What the task asks: Return every line below in which "floats" appears.

Dataset excerpts
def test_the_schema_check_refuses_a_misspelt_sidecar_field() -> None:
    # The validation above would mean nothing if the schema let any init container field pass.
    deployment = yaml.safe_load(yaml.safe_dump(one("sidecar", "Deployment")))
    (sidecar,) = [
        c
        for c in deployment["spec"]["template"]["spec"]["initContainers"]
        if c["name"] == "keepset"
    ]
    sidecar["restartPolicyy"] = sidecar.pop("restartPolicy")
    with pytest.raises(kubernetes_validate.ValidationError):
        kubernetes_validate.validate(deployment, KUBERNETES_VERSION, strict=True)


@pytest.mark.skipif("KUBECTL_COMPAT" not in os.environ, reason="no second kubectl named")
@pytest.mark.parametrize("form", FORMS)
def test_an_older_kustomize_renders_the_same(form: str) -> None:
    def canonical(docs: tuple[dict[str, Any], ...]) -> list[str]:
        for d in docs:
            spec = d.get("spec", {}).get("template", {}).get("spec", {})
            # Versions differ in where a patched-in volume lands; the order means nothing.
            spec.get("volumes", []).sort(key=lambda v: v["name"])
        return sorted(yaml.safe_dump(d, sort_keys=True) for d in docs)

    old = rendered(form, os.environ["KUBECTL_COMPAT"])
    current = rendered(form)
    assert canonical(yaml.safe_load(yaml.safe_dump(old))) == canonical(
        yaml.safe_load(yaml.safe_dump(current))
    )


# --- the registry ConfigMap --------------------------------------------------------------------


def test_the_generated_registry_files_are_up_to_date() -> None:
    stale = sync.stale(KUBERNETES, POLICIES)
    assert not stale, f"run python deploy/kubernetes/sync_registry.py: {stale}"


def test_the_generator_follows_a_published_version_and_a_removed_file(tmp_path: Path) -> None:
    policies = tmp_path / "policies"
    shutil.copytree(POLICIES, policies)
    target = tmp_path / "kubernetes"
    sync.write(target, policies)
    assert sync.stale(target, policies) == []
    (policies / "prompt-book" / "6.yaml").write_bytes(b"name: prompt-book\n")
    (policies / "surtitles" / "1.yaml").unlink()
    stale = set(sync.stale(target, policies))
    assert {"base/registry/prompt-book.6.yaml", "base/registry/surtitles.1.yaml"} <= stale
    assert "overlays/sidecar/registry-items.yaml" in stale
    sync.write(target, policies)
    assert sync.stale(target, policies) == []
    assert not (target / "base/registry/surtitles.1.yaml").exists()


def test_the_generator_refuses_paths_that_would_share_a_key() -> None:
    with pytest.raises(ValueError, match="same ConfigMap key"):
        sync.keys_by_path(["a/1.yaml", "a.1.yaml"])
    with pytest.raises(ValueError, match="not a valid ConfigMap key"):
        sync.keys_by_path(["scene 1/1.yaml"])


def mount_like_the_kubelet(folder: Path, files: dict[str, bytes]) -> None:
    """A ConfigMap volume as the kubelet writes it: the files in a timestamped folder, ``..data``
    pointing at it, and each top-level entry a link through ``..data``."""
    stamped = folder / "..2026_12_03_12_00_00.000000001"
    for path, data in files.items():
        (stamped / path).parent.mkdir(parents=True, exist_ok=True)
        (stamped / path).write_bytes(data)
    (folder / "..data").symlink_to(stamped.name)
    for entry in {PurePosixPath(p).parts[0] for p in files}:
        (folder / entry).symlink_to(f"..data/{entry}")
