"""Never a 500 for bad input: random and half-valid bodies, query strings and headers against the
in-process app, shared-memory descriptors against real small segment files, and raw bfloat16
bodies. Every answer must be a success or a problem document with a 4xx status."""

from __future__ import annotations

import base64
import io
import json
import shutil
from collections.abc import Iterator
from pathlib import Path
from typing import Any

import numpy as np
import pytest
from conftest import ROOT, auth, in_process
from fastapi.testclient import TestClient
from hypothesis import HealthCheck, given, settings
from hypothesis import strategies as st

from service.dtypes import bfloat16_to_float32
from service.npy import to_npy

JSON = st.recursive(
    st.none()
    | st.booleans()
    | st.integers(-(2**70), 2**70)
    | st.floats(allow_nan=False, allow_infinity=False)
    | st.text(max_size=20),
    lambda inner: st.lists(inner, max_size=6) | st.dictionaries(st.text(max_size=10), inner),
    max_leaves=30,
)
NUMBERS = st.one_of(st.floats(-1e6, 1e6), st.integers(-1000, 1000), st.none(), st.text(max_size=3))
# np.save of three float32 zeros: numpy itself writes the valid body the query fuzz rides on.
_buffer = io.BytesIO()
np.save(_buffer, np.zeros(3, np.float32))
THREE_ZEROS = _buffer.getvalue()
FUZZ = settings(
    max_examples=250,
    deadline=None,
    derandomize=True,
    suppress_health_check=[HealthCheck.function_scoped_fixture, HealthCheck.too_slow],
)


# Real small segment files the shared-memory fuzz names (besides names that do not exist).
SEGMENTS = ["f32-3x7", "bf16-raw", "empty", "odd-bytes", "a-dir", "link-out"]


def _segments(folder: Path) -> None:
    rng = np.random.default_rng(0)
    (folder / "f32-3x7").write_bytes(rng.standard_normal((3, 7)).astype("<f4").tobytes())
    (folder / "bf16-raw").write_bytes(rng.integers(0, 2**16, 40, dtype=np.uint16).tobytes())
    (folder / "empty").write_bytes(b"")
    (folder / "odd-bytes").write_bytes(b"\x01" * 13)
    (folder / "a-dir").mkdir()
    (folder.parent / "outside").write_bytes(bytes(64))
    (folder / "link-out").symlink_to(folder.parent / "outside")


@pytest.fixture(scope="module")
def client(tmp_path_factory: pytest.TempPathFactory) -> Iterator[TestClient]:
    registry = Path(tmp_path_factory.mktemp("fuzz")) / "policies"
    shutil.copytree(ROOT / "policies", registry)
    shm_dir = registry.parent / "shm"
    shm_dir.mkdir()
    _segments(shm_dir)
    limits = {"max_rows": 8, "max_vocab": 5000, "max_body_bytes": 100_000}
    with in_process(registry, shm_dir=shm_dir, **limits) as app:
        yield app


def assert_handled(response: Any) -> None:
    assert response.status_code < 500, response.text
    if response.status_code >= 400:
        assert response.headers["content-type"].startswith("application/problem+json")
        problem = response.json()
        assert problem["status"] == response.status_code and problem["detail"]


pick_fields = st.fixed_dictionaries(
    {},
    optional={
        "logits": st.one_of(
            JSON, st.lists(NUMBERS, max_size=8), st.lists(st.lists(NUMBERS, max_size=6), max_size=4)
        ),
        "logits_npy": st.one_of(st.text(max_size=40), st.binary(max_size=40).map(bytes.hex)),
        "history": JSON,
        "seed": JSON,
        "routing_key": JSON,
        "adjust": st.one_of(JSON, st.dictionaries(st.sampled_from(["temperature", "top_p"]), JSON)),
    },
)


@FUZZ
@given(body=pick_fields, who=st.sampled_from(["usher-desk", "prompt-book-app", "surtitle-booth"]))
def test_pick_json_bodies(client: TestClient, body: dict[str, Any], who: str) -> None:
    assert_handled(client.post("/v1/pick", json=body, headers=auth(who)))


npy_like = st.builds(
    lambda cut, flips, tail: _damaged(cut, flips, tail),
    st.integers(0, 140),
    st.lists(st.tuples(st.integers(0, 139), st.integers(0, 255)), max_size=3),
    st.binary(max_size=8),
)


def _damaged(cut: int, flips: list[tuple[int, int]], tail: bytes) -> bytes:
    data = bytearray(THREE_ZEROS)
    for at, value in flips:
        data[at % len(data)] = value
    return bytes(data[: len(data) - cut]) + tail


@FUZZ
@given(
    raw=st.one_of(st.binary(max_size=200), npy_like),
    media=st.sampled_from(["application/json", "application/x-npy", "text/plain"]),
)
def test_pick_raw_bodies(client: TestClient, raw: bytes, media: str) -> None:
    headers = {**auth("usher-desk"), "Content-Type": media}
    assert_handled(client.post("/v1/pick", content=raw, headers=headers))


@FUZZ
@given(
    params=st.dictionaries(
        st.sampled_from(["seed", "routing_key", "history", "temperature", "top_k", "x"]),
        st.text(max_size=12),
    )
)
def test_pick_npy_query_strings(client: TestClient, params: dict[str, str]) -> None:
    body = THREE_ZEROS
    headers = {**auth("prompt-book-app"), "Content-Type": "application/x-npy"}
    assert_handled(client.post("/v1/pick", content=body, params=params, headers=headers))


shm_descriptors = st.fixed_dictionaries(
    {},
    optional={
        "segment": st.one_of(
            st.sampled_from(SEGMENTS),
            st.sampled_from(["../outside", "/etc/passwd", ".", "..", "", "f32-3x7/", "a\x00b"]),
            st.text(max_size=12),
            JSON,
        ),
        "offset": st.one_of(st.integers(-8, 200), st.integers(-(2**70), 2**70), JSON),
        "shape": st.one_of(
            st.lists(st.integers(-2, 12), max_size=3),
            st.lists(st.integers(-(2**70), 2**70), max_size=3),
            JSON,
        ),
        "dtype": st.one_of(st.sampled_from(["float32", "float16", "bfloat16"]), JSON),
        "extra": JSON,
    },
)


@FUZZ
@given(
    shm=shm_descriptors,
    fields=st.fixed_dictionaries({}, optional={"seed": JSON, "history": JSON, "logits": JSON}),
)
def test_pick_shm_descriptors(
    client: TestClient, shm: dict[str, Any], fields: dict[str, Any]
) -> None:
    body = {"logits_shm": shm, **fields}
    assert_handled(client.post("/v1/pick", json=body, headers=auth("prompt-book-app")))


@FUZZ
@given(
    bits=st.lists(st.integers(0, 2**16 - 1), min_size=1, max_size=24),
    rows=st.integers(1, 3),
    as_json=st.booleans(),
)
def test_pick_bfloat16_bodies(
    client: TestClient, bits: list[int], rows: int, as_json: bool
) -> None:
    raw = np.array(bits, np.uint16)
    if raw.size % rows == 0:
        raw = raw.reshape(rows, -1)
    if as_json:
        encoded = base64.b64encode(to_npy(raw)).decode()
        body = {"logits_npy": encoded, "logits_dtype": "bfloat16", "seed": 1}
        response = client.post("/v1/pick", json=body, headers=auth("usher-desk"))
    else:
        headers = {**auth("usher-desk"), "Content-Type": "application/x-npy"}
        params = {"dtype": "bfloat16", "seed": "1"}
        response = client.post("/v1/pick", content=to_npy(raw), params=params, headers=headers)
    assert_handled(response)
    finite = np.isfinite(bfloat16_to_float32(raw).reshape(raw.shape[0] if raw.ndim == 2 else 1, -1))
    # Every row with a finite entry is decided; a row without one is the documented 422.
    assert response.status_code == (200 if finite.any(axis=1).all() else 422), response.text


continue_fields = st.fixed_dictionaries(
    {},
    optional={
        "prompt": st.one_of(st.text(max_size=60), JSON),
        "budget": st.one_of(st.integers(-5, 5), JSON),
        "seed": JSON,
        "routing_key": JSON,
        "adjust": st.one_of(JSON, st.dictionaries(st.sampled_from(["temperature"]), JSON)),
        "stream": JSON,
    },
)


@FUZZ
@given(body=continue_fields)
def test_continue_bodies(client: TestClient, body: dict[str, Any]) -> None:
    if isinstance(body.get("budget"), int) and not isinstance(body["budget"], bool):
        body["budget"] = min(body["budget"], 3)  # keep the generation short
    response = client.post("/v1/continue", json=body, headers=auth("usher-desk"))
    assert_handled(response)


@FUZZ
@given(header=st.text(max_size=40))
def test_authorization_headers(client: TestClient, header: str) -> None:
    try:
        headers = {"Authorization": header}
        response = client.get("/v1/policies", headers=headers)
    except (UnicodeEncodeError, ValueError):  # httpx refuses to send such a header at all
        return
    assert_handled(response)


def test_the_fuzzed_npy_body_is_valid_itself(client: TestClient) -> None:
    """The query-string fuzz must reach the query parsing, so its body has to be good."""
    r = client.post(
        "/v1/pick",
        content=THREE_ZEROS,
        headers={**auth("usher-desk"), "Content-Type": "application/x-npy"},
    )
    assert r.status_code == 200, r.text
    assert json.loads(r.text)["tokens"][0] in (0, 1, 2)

Solution:
    | st.floats(allow_nan=False, allow_infinity=False)
NUMBERS = st.one_of(st.floats(-1e6, 1e6), st.integers(-1000, 1000), st.none(), st.text(max_size=3))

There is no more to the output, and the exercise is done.